In recent years, the fact that America is an empire has become less of a secret, even to Americans. Commentators such as Robert Kaplan and Niall Fergusson have urged the US to abandon its blushes and face up to its imperial responsibilities. They argue that empires have been and can be benign, and that the US is a liberal empire, or, in the words of Michael Ignatieff, “an empire lite, a global hegemony whose grace notes are free markets, human rights and democracy”. The appeal of this new imperial rhetoric seems largely restricted to sections of the intelligentsia, liberal and conservative. Bush and US spokespersons are careful to avoid or refute it, most Americans are uncomfortable or bewildered by it, and it is simply unacceptable to those in Asia, Africa and Latin America whose lives and consciousness have been shaped by anti-colonial movements. For the foreseeable future, explicitly imperial rhetoric will remain difficult to reconcile with the self-image fostered by American exceptionalism – a self-image that has proved hugely valuable in disguising the realities of US foreign policies and securing domestic acquiescence in them.
Conclusion
It’s important to emphasise that the zealots of American exceptionalism do not have it all their own way. In the USA there is widespread and growing unease about unilateralism. There is a greater hunger than in the past for a non-mythic version of US history (witness the phenomenal sales of Howard Zinn’s People’s History) and increased referral to non-US news source (millions of hits on BBC and Guardian websites). As in other societies, and for similar reasons, there is a greater internationalist consciousness, reflected in awareness of environmental and development issues. Significantly, the huge migration from the south of the last two decades means that large numbers in the USA enjoy living links with non-US and non-European histories.

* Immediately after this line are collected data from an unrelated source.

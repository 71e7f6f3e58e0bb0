package org.ventcase.casefile;

import java.time.LocalDate;
import java.time.format.DateTimeParseException;
import java.util.ArrayList;
import java.util.HashMap;
import java.util.HashSet;
import java.util.LinkedHashSet;
import java.util.List;
import java.util.Locale;
import java.util.Map;
import java.util.Optional;
import java.util.OptionalDouble;
import java.util.Set;
import java.util.function.Supplier;

import org.ventcase.calc.CaseInput;
import org.ventcase.common.InvalidInputException;
import org.ventcase.common.PhysicalConstants;
import org.ventcase.device.ViscosityCorrection;
import org.ventcase.relief.DeviceCount;
import org.ventcase.relief.EnvironmentFactors;
import org.ventcase.relief.FireFighting;
import org.ventcase.relief.InflowRate;
import org.ventcase.relief.RelievingPressure;
import org.ventcase.relief.RelievingPressureInput;
import org.ventcase.relief.RelievingPressureResult;
import org.ventcase.relief.UnwettedVesselFire;
import org.ventcase.thermo.Component;
import org.ventcase.thermo.ComponentLibrary;
import org.ventcase.thermo.CubicModel;
import org.ventcase.thermo.DensityBasis;
import org.ventcase.thermo.EosVariant;
import org.ventcase.thermo.IdealGasCp;
import org.ventcase.units.Dimension;
import org.ventcase.units.Units;
import org.ventcase.vessel.FireExposure;
import org.ventcase.vessel.Head;
import org.ventcase.vessel.Level;
import org.ventcase.vessel.Specs;
import org.ventcase.vessel.Vessel;
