package org.ventcase.report;

import java.io.IOException;
import java.nio.file.Path;
import java.time.LocalDate;
import java.util.ArrayList;
import java.util.List;
import java.util.Locale;
import java.util.Map;

import org.ventcase.audit.AuditResult;
import org.ventcase.audit.VesselAudit;
import org.ventcase.casefile.Templates;
import org.ventcase.report.SheetModel.Row;
import org.ventcase.report.SheetModel.Table;
import org.ventcase.report.DisplayUnits.Kind;
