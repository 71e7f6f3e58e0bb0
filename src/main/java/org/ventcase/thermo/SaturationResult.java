package org.ventcase.thermo;

import java.util.List;

/**
 * A pure fluid's saturation state from a cubic equation of state.
 *
 * @param variant              equation of state
 * @param component            the fluid
 * @param temperatureK         K
 * @param pressurePa           Pa absolute
 * @param liquid               saturated liquid
 * @param vapor                saturated vapour
 * @param latentHeatJmol       H_V - H_L, J/mol
 * @param latentHeatJkg        J/kg
 * @param rackettLiquidDensity saturated-liquid density by the Rackett equation (Spencer-Danner
 *                             form), kg/m3, an independent cross-check of the EOS liquid density
 * @param iterations           equal-fugacity iterations spent (outer x inner for Tsat)
 * @param warnings             what the user must know
 * @param densityCheck         the one of the warnings that is the Rackett cross-check of the liquid
 *                             density, "" when the densities agree
 * @param latentHeatSource     where the latent heat comes from: "" for the equation of state's
 *                             h_V - h_L, else the citation of the correlation it is anchored on
 *                             ({@link LatentHeatCorrelation})
 * @param cubicLatentHeatJmol  the equation of state's own h_V - h_L, J/mol (equal to latentHeatJmol
 *                             when latentHeatSource is "")
 */
public record SaturationResult(EosVariant variant, Component component, double temperatureK, double pressurePa,
                               PhaseState liquid, PhaseState vapor, double latentHeatJmol, double latentHeatJkg,
                               double rackettLiquidDensity, int iterations, List<String> warnings,
                               String densityCheck, String latentHeatSource, double cubicLatentHeatJmol) {

    public SaturationResult {
        warnings = List.copyOf(warnings);
        densityCheck = densityCheck == null ? "" : densityCheck;
        latentHeatSource = latentHeatSource == null ? "" : latentHeatSource;
    }

    /** Whether the latent heat (and the saturated-vapour volume) are anchored on a correlation. */
    public boolean latentHeatAnchored() {
        return !latentHeatSource.isEmpty();
    }

    /**
     * The warnings without the liquid-density cross-check, for a caller that uses only the
     * saturation temperature or pressure and the phase split (a state flash), not this density.
     */
    public List<String> warningsBesidesDensityCheck() {
        if (densityCheck.isEmpty()) {
            return warnings;
        }
        return warnings.stream().filter(w -> !w.equals(densityCheck)).toList();
    }

    /**
     * One coexisting phase.
     *
     * @param z                raw cubic root
     * @param molarVolumeCubic m3/mol
     * @param molarVolume      m3/mol on the density basis used
     * @param density          kg/m3 on that basis
     * @param densityBasis     the basis used
     * @param lnPhi            ln fugacity coefficient
     * @param residualEnthalpy J/mol
     */
    public record PhaseState(double z, double molarVolumeCubic, double molarVolume, double density,
                             DensityBasis densityBasis, double lnPhi, double residualEnthalpy) {
    }
}
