package org.ventcase.thermo;

import java.util.Locale;
import java.util.Map;

/**
 * Built-in fluids whose default-model vapour pressure misses the 2 % target at the cold end of the
 * range: the published tc-PR Twu parameters were fitted over the whole liquid range and leave more
 * there. The figures are measured by ReferenceSaturationTest against the reference equations of
 * state (docs/accuracy.md). Refitting the parameters to that data would be fitting to the test, so
 * the program says so instead.
 */
final class ColdEndVapourPressure {

    /** CAS -> {reduced temperature below which the note applies, largest deviation there, per cent}. */
    private static final Map<String, double[]> BY_CAS = Map.of(
            "7664-41-7", new double[] {0.6, 3.6},
            "110-54-3", new double[] {0.5, 3.0});

    private ColdEndVapourPressure() {
    }

    /** The warning for a saturation state at reduced temperature tr, or "". */
    static String note(Component c, double tr) {
        double[] f = BY_CAS.get(c.cas());
        if (f == null || tr >= f[0]) {
            return "";
        }
        return String.format(Locale.US, "%s at Tr = %.3f: below Tr %.1f the default model's vapour pressure is up to "
                + "%.1f %% high against the reference equation of state (published Twu parameters; docs/accuracy.md), "
                + "and the saturated-vapour density with it.", c.name(), tr, f[0], f[1]);
    }
}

American exceptionalism fatally compromises the humanist universalism it claims as America’s cause. Culturally, emotionally, it curtails human solidarity. More than ever, “Americanism” is a prison that the US citizenry needs to break out of – in its own interest and in the interests of the victims of US policy. A purposeful self-redefinition of US national identity will require:
1)A frank encounter with the facts of US history, especially the history of US intervention abroad
2) A recognition that US is an empire and that US citizens live in an imperial metropolis
3) A conscious renunciation of American exceptionalism
There is an understandable temptation to adopt a softened or liberal form of American exceptionalism, but history shows that this should be resisted. What’s needed is a consciously selective, critical approach to US traditions – and a willingness to admit and draw on non-US traditions. That process can be aided by an increased interchange between the US and global lefts. In many respects, more of this is happening now than ever before.
Of course, internationalism cannot be merely rhetorical or abstract. Dissent in the USA must speak in an American idiom – but that is not the same as speaking in the idiom of Americanism.